---------- PROVIDED DATA

package daemon

import (
	"math"
	"testing"
	"time"

	"github.com/nats-io/nats.go"

	"lariat/config"
	"lariat/daemon/pipeline"
	"lariat/online"
	"lariat/sink"
)

// scoringFixture returns a daemon (not run) with one logistic model that
// scores, its scorer, and a published snapshot with 7 features of which 6
// have a nonzero coefficient, means 1 and threshold 0.6.
func scoringFixture(t *testing.T) (*Daemon, *scoring) {
	t.Helper()
	m := driftModel("score", config.LossLogistic, featureNames(7), 1000)
	m.ScoreSubject = "test.score.unlabeled"
	cfg := testConfig(t, m)
	d, err := New(cfg)
	if err != nil {
		t.Fatal(err)
	}
	w := d.byName["score"]
	names := featureNames(7)
	model := &online.Model{
		Loss:      config.LossLogistic,
		Intercept: -2,
		Coef:      []float64{1, -2, 0.5, 3, -0.25, 0.1, 0},
		Mean:      []float64{1, 1, 1, 1, 1, 1, 1},
		Std:       []float64{1, 1, 1, 1, 1, 1, 1},
	}
	doc := &sink.ModelDoc{Model: "score", Version: 3, Loss: config.LossLogistic,
		Threshold: &sink.Threshold{Value: 0.6, Mode: "fixed", Target: 0.6}, Records: sink.RecordCounts{Window: 800, Holdout: 200}}
	w.snap.Store(&pipeline.Snapshot{Doc: doc, Model: model, Names: names})
	s := w.scoring
	if s == nil {
		t.Fatal("no scorer")
	}
	return d, s
}

// TestScoringPredictionAlert: a record over the threshold gives one
// prediction alert with the probability, the threshold and the five
// largest |coef·(x − mean)| in order; one under it gives none.
func TestScoringPredictionAlert(t *testing.T) {
	d, s := scoringFixture(t)
	// η = −2 + Σ coef_j x_j; contributions coef·(x − 1).
	over := []byte(`{"t": 5000, "x": {"x01": 2, "x02": 0, "x03": 3, "x04": 2, "x05": 5, "x06": 16, "x07": 9}}`)
	under := []byte(`{"x": {"x01": 1, "x02": 1, "x03": 1, "x04": 1, "x05": 1, "x06": 1}}`)
	s.handle(&nats.Msg{Subject: "test.score.unlabeled", Data: under})
	if n := len(d.store.Alerts("score")); n != 0 {
		t.Fatalf("%d alerts for a record under the threshold", n)
	}
	s.handle(&nats.Msg{Subject: "test.score.unlabeled", Data: over})
	as := d.store.Alerts("score")
	if len(as) != 1 {
		t.Fatalf("%d alerts, want 1", len(as))
	}
	a := as[0]
	eta := -2 + 1*2 - 2*0 + 0.5*3 + 3*2 - 0.25*5 + 0.1*16
	p := 1 / (1 + math.Exp(-eta))
	want := []string{"x04", "x02", "x06", "x01", "x03"} // |3|, |2|, |1.5|, then |1| ties in column order
	if a.Kind != sink.KindPrediction || math.Abs(*a.Probability-p) > 1e-12 || a.Threshold != 0.6 || a.Seq != 2 ||
		!a.Time.Equal(time.UnixMilli(5000)) || len(a.Features) != 5 {
		t.Fatalf("alert %+v (p want %v)", a, p)
	}
	for i, n := range want {
		if a.Features[i] != n {
			t.Errorf("features %v, want %v", a.Features, want)
			break
		}
	}
	if c := a.Contributions["x04"]; c != 3 {
		t.Errorf("contribution of x04 = %v, want 3·(2 − 1) = 3", c)
	}
	if _, ok := a.Contributions["x05"]; ok {
		t.Errorf("x05 (|−0.25·4| = 1, sixth by column order) among the top five: %v", a.Contributions)
	}
	if err := a.Validate(); err != nil {
		t.Error(err)
	}
}

// TestScoringAllocs: scoring a record under the threshold does not
// allocate.
func TestScoringAllocs(t *testing.T) {
	_, s := scoringFixture(t)
	msg := &nats.Msg{Subject: "test.score.unlabeled", Data: []byte(`{"v": [1, 1, 1, 1, 1, 1, 1]}`)}
	s.handle(msg)
	if n := testing.AllocsPerRun(200, func() { s.handle(msg) }); n != 0 {
		t.Errorf("scoring allocates %v per record", n)
	}
}

// TestScoringBucket: a burst over the threshold is cut to the bucket of 10
// (README.md, "Alert thresholds (logistic models)") and the rest counted.
func TestScoringBucket(t *testing.T) {
	d, s := scoringFixture(t)
	over := &nats.Msg{Subject: "test.score.unlabeled", Data: []byte(`{"v": [3, 3, 3, 3, 3, 3, 3]}`)}
	for range 25 {
		s.handle(over)
	}
	if n := len(d.store.Alerts("score")); n != 10 {
		t.Errorf("%d alerts from a burst of 25, want 10", n)
	}
	if got := metricValue(t, d, "lariat_prediction_alerts_suppressed_total", map[string]string{"model": "score"}); got != 15 {
		t.Errorf("suppressed %v, want 15", got)
	}
	if got := metricValue(t, d, "lariat_alerts_total", map[string]string{"model": "score", "kind": "prediction"}); got != 10 {
		t.Errorf("lariat_alerts_total{kind=prediction} = %v", got)
	}
}

// BenchmarkScoring measures scoring one unlabeled record (under the
// threshold: decode and evaluate).
func BenchmarkScoring(b *testing.B) {
	m := driftModel("score", config.LossLogistic, featureNames(7), 1000)
	m.ScoreSubject = "test.score.unlabeled"
	d, err := New(testConfig(b, m))
	if err != nil {
		b.Fatal(err)
	}
	w := d.byName["score"]
	model := &online.Model{Loss: config.LossLogistic, Coef: make([]float64, 7), Mean: make([]float64, 7), Std: make([]float64, 7)}
	w.snap.Store(&pipeline.Snapshot{Doc: &sink.ModelDoc{Threshold: &sink.Threshold{Value: 0.9}}, Model: model, Names: featureNames(7)})
	s := w.scoring
	msg := &nats.Msg{Data: []byte(`{"x": {"x01": 1, "x02": 2, "x03": 3, "x04": 4, "x05": 5, "x06": 6, "x07": 7}}`)}
	b.ReportAllocs()
	for b.Loop() {
		s.handle(msg)
	}
}
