package daemon

import (
	"bytes"
	"fmt"
	"math"
	"math/rand/v2"
	"strconv"
	"strings"
	"testing"
	"time"

	"lariat/config"
	"lariat/daemon/record"
)

// hostileModels are the models of TestHostileRecords: a linear model that
// learns its channel names (with a bound on "c" and on the label), a
// logistic one, one with a fixed feature list for the "v" form, and one
// that rejects missing channels.
func hostileModels() []config.Model {
	lin := testModel("h-lin", "test.h.lin", config.LossSquared)
	lin.Guard.Bounds = []config.Bound{{Feature: "c", Min: config.Limit{V: -100, Set: true}, Max: config.Limit{V: 100, Set: true}}}
	lin.Guard.Label = config.Range{Max: config.Limit{V: 1e6, Set: true}}
	logit := testModel("h-log", "test.h.log", config.LossLogistic)
	vec := testModel("h-vec", "test.h.vec", config.LossSquared)
	vec.Features = []string{"a", "b", "c"}
	strict := testModel("h-strict", "test.h.strict", config.LossSquared)
	strict.Features = []string{"a", "b"}
	strict.Missing = config.MissingReject
	ms := []config.Model{lin, logit, vec, strict}
	for i := range ms {
		ms[i].MaxFeatures = hostileCap // small, so that saving the state for every probe stays cheap
	}
	return ms
}

// hostileCap is the feature cap of the models of the hostile-record tests.
const hostileCap = 32

// hostileCase is one probe: a message for a model, and the reason it must
// be rejected with ("" = accepted).
type hostileCase struct {
	name, model string
	body        []byte
	reason      string
}

// hostileCases reconstructs the probe of the issue on hostile input: every
// kind of malformed and adversarial record a new user tried, one case per
// kind. now is the wall clock the times are relative to.
func hostileCases(now time.Time) []hostileCase {
	lin, log, vec, strict := "h-lin", "h-log", "h-vec", "h-strict"
	b := func(s string) []byte { return []byte(s) }
	deep := strings.Repeat("[", 20000) + strings.Repeat("]", 20000)
	deepOK := strings.Repeat("[", 100) + strings.Repeat("]", 100)
	many := &strings.Builder{}
	many.WriteString(`{"y":1,"x":{`)
	for i := range 5000 {
		fmt.Fprintf(many, `"n%04d":1,`, i)
	}
	many.WriteString(`"a":1}}`)
	ms := func(d time.Duration) string { return strconv.FormatInt(now.Add(d).UnixMilli(), 10) }
	R := struct{ mal, typ, nf, lab, tmf, mis, dim, w, tim, name, over, oor, imp string }{
		record.ReasonMalformed, record.ReasonType, record.ReasonNotFinite, record.ReasonLabel,
		record.ReasonTooManyFeatures, record.ReasonMissingFeature, record.ReasonDimension,
		record.ReasonWeight, record.ReasonTime, record.ReasonName, record.ReasonOversize,
		record.ReasonOutOfRange, record.ReasonImplausible,
	}
	return []hostileCase{
		// Not a record at all.
		{"empty message", lin, b(``), R.mal},
		{"whitespace only", lin, b(" \n\t "), R.mal},
		{"not JSON", lin, b(`hello`), R.mal},
		{"JSON array", lin, b(`[1,2,3]`), R.mal},
		{"JSON string", lin, b(`"y"`), R.mal},
		{"JSON null", lin, b(`null`), R.mal},
		{"truncated object", lin, b(`{"y":1,"x":{"a":1}`), R.mal},
		{"trailing garbage", lin, b(`{"y":1,"x":{"a":1}}x`), R.mal},
		{"two records in one message", lin, b(`{"y":1,"x":{"a":1}}{"y":1,"x":{"a":1}}`), R.mal},
		{"byte order mark", lin, b("\xef\xbb\xbf" + `{"y":1,"x":{"a":1}}`), R.mal},
		{"deep nesting in an unknown field", lin, b(`{"y":1,"x":{"a":1},"z":` + deep + `}`), R.mal},
		{"moderate nesting in an unknown field", lin, b(`{"y":1,"x":{"a":10},"z":` + deepOK + `}`), ""},
		{"deep nesting as a value", lin, b(`{"y":1,"x":{"a":` + deep + `}}`), R.mal},
		{"oversize (1 MB)", lin, b(`{"y":1,"x":{"a":1},"key":"` + strings.Repeat("k", 1<<20) + `"}`), R.over},
		// JSON that is not valid, or ambiguous.
		{"bare NaN", lin, b(`{"y":1,"x":{"a":NaN}}`), R.mal},
		{"bare Infinity", lin, b(`{"y":1,"x":{"a":Infinity}}`), R.mal},
		{"duplicate top-level key", lin, b(`{"y":1,"y":2,"x":{"a":1}}`), R.mal},
		{"duplicate channel", lin, b(`{"y":1,"x":{"a":1,"a":2}}`), R.mal},
		{"both x and v", vec, b(`{"y":1,"x":{"a":1},"v":[1,2,3]}`), R.mal},
		{"invalid UTF-8 in a key string", lin, b("{\"y\":1,\"x\":{\"a\":1},\"key\":\"\xff\xfe\"}"), R.mal},
		{"invalid UTF-8 in a channel name", lin, b("{\"y\":1,\"x\":{\"\xc3\x28\":1}}"), R.mal},
		{"leading zero", lin, b(`{"y":1,"x":{"a":01}}`), R.mal},
		{"hex number", lin, b(`{"y":1,"x":{"a":0x10}}`), R.mal},
		// Numbers.
		{"1e400 overflows", lin, b(`{"y":1,"x":{"a":1e400}}`), R.nf},
		{"-1e400 overflows", lin, b(`{"y":1,"x":{"a":-1e400}}`), R.nf},
		{"1e308 is beyond the learner's range", lin, b(`{"y":1,"x":{"a":1e308}}`), R.nf},
		{"1e29 on a warm model", lin, b(`{"y":1,"x":{"a":1e29}}`), R.imp},
		{"-1e29 on a warm model", lin, b(`{"y":1,"x":{"b":-1e29}}`), R.imp},
		{"y = 1e40", vec, b(`{"y":1e40,"x":{"a":10}}`), R.imp},
		{"y = 1e60", vec, b(`{"y":1e60,"x":{"a":10}}`), R.nf},
		{"y above the configured label bound", lin, b(`{"y":2e6,"x":{"a":10}}`), R.oor},
		{"a bounded channel out of range", lin, b(`{"y":1,"x":{"a":10,"c":101}}`), R.oor},
		{"a bounded channel in range", lin, b(`{"y":1,"x":{"a":10,"c":-99}}`), ""},
		{"negative zero", lin, b(`{"y":1,"x":{"a":-0}}`), ""},
		{"subnormal", lin, b(`{"y":1,"x":{"b":5e-324}}`), ""},
		{"number as a string", lin, b(`{"y":1,"x":{"a":"1.5"}}`), R.typ},
		{"NaN as a string", lin, b(`{"y":"NaN","x":{"a":1}}`), R.typ},
		{"boolean channel", lin, b(`{"y":1,"x":{"a":true}}`), R.typ},
		{"object as a channel", lin, b(`{"y":1,"x":{"a":{"b":1}}}`), R.typ},
		{"array as a channel", lin, b(`{"y":1,"x":{"a":[1]}}`), R.typ},
		{"null channel is missing", lin, b(`{"y":1,"x":{"a":null}}`), ""},
		{"x is an array", lin, b(`{"y":1,"x":[1,2]}`), R.typ},
		// Labels.
		{"label as a string", lin, b(`{"y":"1","x":{"a":1}}`), R.typ},
		{"label true on a linear model", lin, b(`{"y":true,"x":{"a":1}}`), R.typ},
		{"label null", lin, b(`{"y":null,"x":{"a":1}}`), R.lab},
		{"no label", lin, b(`{"x":{"a":1}}`), R.lab},
		{"logistic label 2", log, b(`{"y":2,"x":{"a":1}}`), R.lab},
		{"logistic label 0.5", log, b(`{"y":0.5,"x":{"a":1}}`), R.lab},
		{"logistic label true", log, b(`{"y":true,"x":{"a":1}}`), ""},
		// Weights.
		{"w = 0", lin, b(`{"y":1,"x":{"a":10},"w":0}`), R.w},
		{"w = -1", lin, b(`{"y":1,"x":{"a":10},"w":-1}`), R.w},
		{`w = "1"`, lin, b(`{"y":1,"x":{"a":10},"w":"1"}`), R.typ},
		{"w = 1e-300", lin, b(`{"y":1,"x":{"a":10},"w":1e-300}`), R.w},
		{"w = 1e300", lin, b(`{"y":1,"x":{"a":10},"w":1e300}`), R.w},
		{"w = null is 1", lin, b(`{"y":1,"x":{"a":10},"w":null}`), ""},
		// Times.
		{"far-future t", lin, b(`{"y":1,"x":{"a":10},"t":"9999-12-31T23:59:59Z"}`), R.tim},
		{"t an hour ahead", lin, b(`{"y":1,"x":{"a":10},"t":` + ms(time.Hour) + `}`), R.tim},
		{"t a minute ahead (within time_skew)", lin, b(`{"y":1,"x":{"a":10},"t":` + ms(time.Minute) + `}`), ""},
		{"far-past t", lin, b(`{"y":1,"x":{"a":10},"t":"1970-01-01T00:00:00.001Z"}`), ""},
		{"t 1e30 ms", lin, b(`{"y":1,"x":{"a":10},"t":1e30}`), R.tim},
		{"t garbage", lin, b(`{"y":1,"x":{"a":10},"t":"yesterday"}`), R.tim},
		{"t a boolean", lin, b(`{"y":1,"x":{"a":10},"t":true}`), R.typ},
		// Channel names.
		{"empty name", lin, b(`{"y":1,"x":{"":1}}`), R.name},
		{"control character in a name", lin, b(`{"y":1,"x":{"a\u0001":1}}`), R.name},
		{"NUL in a name", lin, b(`{"y":1,"x":{"a\u0000":1}}`), R.name},
		{"lone high surrogate", lin, b(`{"y":1,"x":{"\ud800":1}}`), R.name},
		{"lone low surrogate", lin, b(`{"y":1,"x":{"p\udc00":1}}`), R.name},
		{"reversed surrogate pair", lin, b(`{"y":1,"x":{"\udc00\ud800":1}}`), R.name},
		{"name of 300 bytes", lin, b(`{"y":1,"x":{"` + strings.Repeat("n", 300) + `":1}}`), R.name},
		{"valid surrogate pair is a new channel", lin, b(`{"y":1,"x":{"a":10,"\ud83d\ude00":1}}`), ""},
		// Shape.
		{"neither x nor v", lin, b(`{"y":1}`), R.mis},
		{"empty x", lin, b(`{"y":1,"x":{}}`), ""},
		{"v without a feature list", lin, b(`{"y":1,"v":[1]}`), R.dim},
		{"v too short", vec, b(`{"y":1,"v":[1,2]}`), R.dim},
		{"v too long", vec, b(`{"y":1,"v":[1,2,3,4]}`), R.dim},
		{"v with a string", vec, b(`{"y":1,"v":[1,"2",3]}`), R.typ},
		{"v with null is missing", vec, b(`{"y":1,"v":[1,null,3]}`), ""},
		{"missing channel, policy reject", strict, b(`{"y":1,"x":{"a":1}}`), R.mis},
		{"unknown top-level field", lin, b(`{"y":1,"x":{"a":10},"extra":{"k":[1,2]}}`), ""},
		{"long key", lin, b(`{"y":1,"x":{"a":10},"key":"` + strings.Repeat("k", 60000) + `"}`), ""},
		// Past the feature cap: the names that find no free slot are dropped
		// and counted and the record trains on its known channels; under
		// missing: reject the record is rejected as before.
		{"past-cap: 5,000 names in one record, names past the cap dropped", lin, b(many.String()), ""},
		{"past-cap: 5,000 names in one record, policy reject", strict, b(strings.Replace(many.String(), "{", `{"a":1,"b":2,`, 1)), R.tmf},
	}
}

// TestHostileRecords sends every probe through the daemon's own decoding
// (the worker's decoder and its time_skew check) and the model's pipeline,
// as the model goroutine does, and checks for each its outcome and reason;
// that a rejected record left the model bit for bit as it was (the whole
// saved pipeline state, or for a guard rejection everything but the
// guard's run length: ladder and window, held-out ring, counters); and that
// after an accepted one the model still publishes a new version with
// finite numbers. The wiring through NATS (count, reject subject) is
// TestRejects' and TestGuardOverNATS'.
func TestHostileRecords(t *testing.T) {
	d, err := New(testConfig(t, hostileModels()...))
	if err != nil {
		t.Fatal(err)
	}
	now := time.Now()
	at := now
	warm(t, d, at)
	for _, tc := range hostileCases(now) {
		t.Run(tc.name, func(t *testing.T) {
			w := d.byName[tc.model]
			at = at.Add(2 * time.Second)
			before := pipeState(t, w)
			reason := applyMsg(w, tc.body, at)
			if reason != tc.reason {
				t.Fatalf("reason %q, want %q", reason, tc.reason)
			}
			if reason != "" {
				if err := before.same(pipeState(t, w), reason == record.ReasonImplausible); err != nil {
					t.Fatalf("rejected record changed the model: %v", err)
				}
				return
			}
			checkPublishes(t, w, at)
		})
	}
}

// TestHostileFlood is the flood of fresh names of the issue: 300 records,
// each with a new name, into a model with a cap of 32. The names that find
// the cap reached are dropped and counted (lariat_features_dropped_total),
// every record trains on its known channels, and the model keeps
// publishing; a legitimate new channel right after the flood is dropped
// too (its slot comes back when the junk names age out, a window later:
// TestNameFlood).
func TestHostileFlood(t *testing.T) {
	d, err := New(testConfig(t, hostileModels()...))
	if err != nil {
		t.Fatal(err)
	}
	at := time.Now()
	warm(t, d, at)
	w := d.byName["h-lin"]
	known := w.dec.Features()
	dropped := func() float64 {
		return metricValue(t, d, "lariat_features_dropped_total", map[string]string{"model": "h-lin"})
	}
	for i := range 300 {
		at = at.Add(time.Second)
		if r := applyMsg(w, fmt.Appendf(nil, `{"y":1,"x":{"a":10,"junk%d":1}}`, i), at); r != "" {
			t.Fatalf("record %d: reason %q, want accepted with its new name dropped past the cap", i, r)
		}
	}
	if got, want := dropped(), float64(300-(hostileCap-known)); got != want {
		t.Errorf("dropped %v junk values, want %v (300 names, %d free slots)", got, want, hostileCap-known)
	}
	if r := applyMsg(w, []byte(`{"y":1,"x":{"a":10,"new_channel":1}}`), at); r != "" {
		t.Errorf("a legitimate new channel after the flood: %q, want accepted with the name dropped", r)
	}
	if got, want := dropped(), float64(301-(hostileCap-known)); got != want {
		t.Errorf("dropped %v values after the new channel, want %v", got, want)
	}
	checkPublishes(t, w, at.Add(time.Second))
}

// warm applies 300 ordinary records to every model of d.
func warm(t *testing.T, d *Daemon, at time.Time) {
	t.Helper()
	rng := rand.New(rand.NewPCG(12, 12))
	for _, w := range d.workers {
		for i := range 300 {
			a, b, c := 10+rng.NormFloat64(), rng.NormFloat64(), 5+2*rng.NormFloat64()
			y := 2*a - b + rng.NormFloat64()
			if w.cfg.Logistic() {
				y = float64(i % 2)
			}
			msg := fmt.Appendf(nil, `{"y":%g,"x":{"a":%g,"b":%g,"c":%g}}`, y, a, b, c)
			if w.cfg.Name == "h-strict" {
				msg = fmt.Appendf(nil, `{"y":%g,"x":{"a":%g,"b":%g}}`, y, a, b)
			}
			if r := applyMsg(w, msg, at); r != "" {
				t.Fatalf("%s warm-up record %d: %s", w.name, i, r)
			}
		}
		checkPublishes(t, w, at)
	}
}

// applyMsg decodes msg as the worker's intake does and applies it as its
// model goroutine does; it returns the reject reason, or "".
func applyMsg(w *worker, msg []byte, at time.Time) string {
	var rec record.Record
	if err := w.decode(msg, &rec); err != nil {
		r, _ := decodeReason(err)
		return r
	}
	if _, err := w.pipe.Apply(&rec, w.dec.Names(), at); err != nil {
		r, _ := decodeReason(err)
		return r
	}
	return ""
}

// pipeSnap is a model's state for comparison: the whole saved pipeline,
// and its parts that a guard rejection must leave as they were.
type pipeSnap struct {
	all, ladder, hold []byte
	applied, held     uint64
}

func pipeState(t *testing.T, w *worker) pipeSnap {
	t.Helper()
	var s pipeSnap
	var err error
	if s.all, err = w.pipe.MarshalBinary(); err != nil {
		t.Fatal(err)
	}
	if s.ladder, err = w.pipe.Ladder().MarshalBinary(); err != nil {
		t.Fatal(err)
	}
	if h := w.pipe.Holdout(); h != nil {
		if s.hold, err = h.MarshalBinary(); err != nil {
			t.Fatal(err)
		}
	}
	s.applied, s.held = w.pipe.Counts()
	return s
}

// same compares two snapshots: bit for bit, or with guardRun only the
// ladder (with its window), the held-out ring and the counts, since a
// guard rejection moves the guard's run length (pipeline.TestGuardRules
// checks that it moves nothing else).
func (a pipeSnap) same(b pipeSnap, guardRun bool) error {
	switch {
	case !guardRun && !bytes.Equal(a.all, b.all):
		return fmt.Errorf("pipeline state differs")
	case !bytes.Equal(a.ladder, b.ladder):
		return fmt.Errorf("ladder differs")
	case !bytes.Equal(a.hold, b.hold):
		return fmt.Errorf("held-out ring differs")
	case a.applied != b.applied || a.held != b.held:
		return fmt.Errorf("counts %d/%d, were %d/%d", b.applied, b.held, a.applied, a.held)
	}
	return nil
}

// checkPublishes forces a publication at at and checks that a new version
// goes out with finite numbers.
func checkPublishes(t *testing.T, w *worker, at time.Time) {
	t.Helper()
	v := w.pipe.Version()
	s, err := w.pipe.Publish(at, 0, true)
	if err != nil || s == nil {
		t.Fatalf("publish after an accepted record: %v (snapshot %v)", err, s != nil)
	}
	if s.Doc.Version != v+1 {
		t.Errorf("version %d, want %d", s.Doc.Version, v+1)
	}
	if math.IsNaN(s.Doc.Intercept) || math.IsInf(s.Doc.Intercept, 0) {
		t.Errorf("intercept %v", s.Doc.Intercept)
	}
	for k, c := range s.Doc.Coefficients {
		if math.IsNaN(c) || math.IsInf(c, 0) {
			t.Errorf("coefficient %s = %v", k, c)
		}
	}
}
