// lookup returns the worker of instance name (<template>.<key>) if the key
// is known, loading it if it was unloaded (not while its partition is
// being handed over or lost).
func (t *template) lookup(key string) (*worker, bool) {
	t.mu.Lock()
	defer t.mu.Unlock()
	in := t.inst[key]
	if in == nil {
		return nil, false
	}
	if in.w == nil {
		if in.p.stopping.Load() {
			return nil, false // its partition is being handed over or lost
		}
		if err := t.load(in); err != nil {
			return nil, false
		}
		in.last.Store(time.Now().UnixNano())
	}
	return in.w, true
}

// workers returns the loaded instances' workers.
func (t *template) workers() []*worker {
	t.mu.Lock()
	defer t.mu.Unlock()
	var ws []*worker
	for _, in := range t.inst {
		if in.w != nil {
			ws = append(ws, in.w)
		}
	}
	return ws
}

--------------------

TASK DETAILS:
Include the first line of the listing, the line with "logistic model that", and every line between them, each repeated exactly, and output only those.

YOUR RESPONSE:
package daemon

import (
	"math"
	"testing"
	"time"

	"github.com/nats-io/nats.go"

	"lariat/config"
	"lariat/daemon/pipeline"
	"lariat/online"
	"lariat/sink"
)

// scoringFixture returns a daemon (not run) with one logistic model that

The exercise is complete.